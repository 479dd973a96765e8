/** Fuses and cables that pass, cheapest first, each with its reasons; what is ticked is judged anew before it can be made. */
import Box from '@mui/material/Box';
import Button from '@mui/material/Button';
import { type ReactElement, useMemo, useState } from 'react';
import { plainFields, sentenceCase } from '../../../core/api.ts';
import { CautionStrip } from '../../controls/CautionStrip.tsx';
import { Quiet } from '../../controls/Prose.tsx';
import { StudyPlace } from '../../controls/StudyPlace.tsx';
import { useOpenJob } from '../../state/openJob.ts';
import type { ListedProposals, TickedOutcome } from '../../workers/protectionMessages.ts';
import { FindingsMoved } from './FindingsMoved.tsx';
import { changeView, useFindingsView } from './findingsView.ts';
import { KeptRuns, ProposalItem } from './ProposalItem.tsx';
import { sortedProposals } from './proposalOrder.ts';
import { useProtectionStudy } from './protectionStudies.ts';

export function ProposalsPanel(): ReactElement {
  const study = useProtectionStudy('proposals', NOTHING_ASKED);
  return (
    <StudyPlace study={study} doing="Trying fuses and cables on a copy of the job" begin="Try fuses and cables">
      {(proposals) => <Proposals proposals={proposals} />}
    </StudyPlace>
  );
}

const NOTHING_ASKED = {};

function Proposals({ proposals }: { readonly proposals: ListedProposals }): ReactElement {
  const assumed = useOpenJob(({ job }) => job.practiceAssumed === true);
  const { ticked } = useFindingsView();
  const { open, kept } = useMemo(() => sortedProposals(proposals.runs), [proposals]);
  const canTake = open.filter((run) => run.canTake).map(({ id }) => id);
  const taken = canTake.filter((id) => ticked.has(id));
  if (assumed) return <Quiet>Choose a rule book first: without one there is nothing to propose by.</Quiet>;
  return (
    <>
      <CautionStrip texts={[...proposals.cautions, DC_PARTS]} title="Before anything is taken" />
      {open.length === 0 ? (
        <Quiet>Nothing to propose: by the figures given, no run asks for another fuse or cable.</Quiet>
      ) : (
        <>
          <Box
            component="ol"
            aria-label="Proposals, cheapest first"
            sx={{ m: 0, p: 0, listStyle: 'none', borderBottom: '1px solid var(--hair)' }}
          >
            {open.map((run) => (
              <ProposalItem key={run.id} run={run} isTicked={ticked.has(run.id)} onTick={(on) => tick(run.id, on)} />
            ))}
          </Box>
          {canTake.length > 0 && <Ticked taken={taken} all={canTake} />}
        </>
      )}
      <KeptRuns runs={kept} />
    </>
  );
}

/** Of the trade; those of the proposals themselves stand before it. */
const DC_PARTS =
  'Take parts marked for direct current at the highest voltage of the system: one marked for AC alone may not put out a DC arc.';

function tick(id: string, isOn: boolean): void {
  changeView(({ ticked }) => {
    const next = new Set(ticked);
    if (isOn) next.add(id);
    else next.delete(id);
    return { ticked: next };
  });
}

interface TickedProps {
  readonly taken: readonly string[];
  readonly all: readonly string[];
}

function Ticked({ taken, all }: TickedProps): ReactElement {
  const study = useProtectionStudy('ticked', taken.length === 0 ? null : { runs: taken });
  return (
    <Box sx={{ display: 'grid', gap: '0.375rem', mt: '0.5rem' }}>
      <Box sx={{ display: 'flex', flexWrap: 'wrap', gap: '0.5rem', alignItems: 'center' }}>
        <Button
          variant="outlined"
          onClick={() => changeView({ ticked: new Set(taken.length === all.length ? [] : all) })}
        >
          {taken.length === all.length ? 'Tick none' : 'Tick all'}
        </Button>
        <span>{`${String(taken.length)} of ${String(all.length)} ticked`}</span>
      </Box>
      {taken.length > 0 && (
        <StudyPlace study={study} doing="Judging what is ticked on a copy of the job" begin="Judge what is ticked">
          {(outcome) => ('refused' in outcome ? <Refused text={outcome.refused} /> : <Outcome outcome={outcome} />)}
        </StudyPlace>
      )}
    </Box>
  );
}

function Refused({ text }: { readonly text: string }): ReactElement {
  return (
    <Box role="alert" sx={{ color: 'var(--stop)' }}>
      These changes do not go together: {text}
    </Box>
  );
}

function Outcome({ outcome }: { readonly outcome: TickedOutcome }): ReactElement {
  const edit = useOpenJob((open) => open.edit);
  const [refused, setRefused] = useState('');
  const make = (): void => {
    const made = edit({ label: outcome.label, apply: () => outcome.leaves });
    if (made.ok) changeView({ ticked: new Set() });
    else setRefused(made.issues.map(({ message }) => message).join(' '));
  };
  return (
    <Box sx={{ display: 'grid', gap: '0.375rem', borderLeft: '2px solid var(--copper)', paddingLeft: '0.75rem' }}>
      <Box sx={{ fontWeight: 600 }}>{sentenceCase(plainFields(outcome.label))}</Box>
      <FindingsMoved title="Goes with it" findings={outcome.gone} none="No finding goes with it." />
      <FindingsMoved title="Comes by it" findings={outcome.arisen} none="No new finding comes by it." />
      <Box>
        <Button variant={outcome.arisen.length > 0 ? 'outlined' : 'contained'} onClick={make}>
          Make the ticked changes
        </Button>
        <Box component="span" sx={{ marginLeft: '0.75rem', color: 'var(--soft)' }}>
          On the drawing only; one undo takes all of it back.
        </Box>
      </Box>
      {refused !== '' && (
        <Box role="alert" sx={{ color: 'var(--stop)' }}>
          {refused}
        </Box>
      )}
    </Box>
  );
}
------------------------------
**Your assignment:**
The string "else" marks the lines to return from the material. Copy each one.

**Result for this exercise:**
    else next.delete(id);
    else setRefused(made.issues.map(({ message }) => message).join(' '));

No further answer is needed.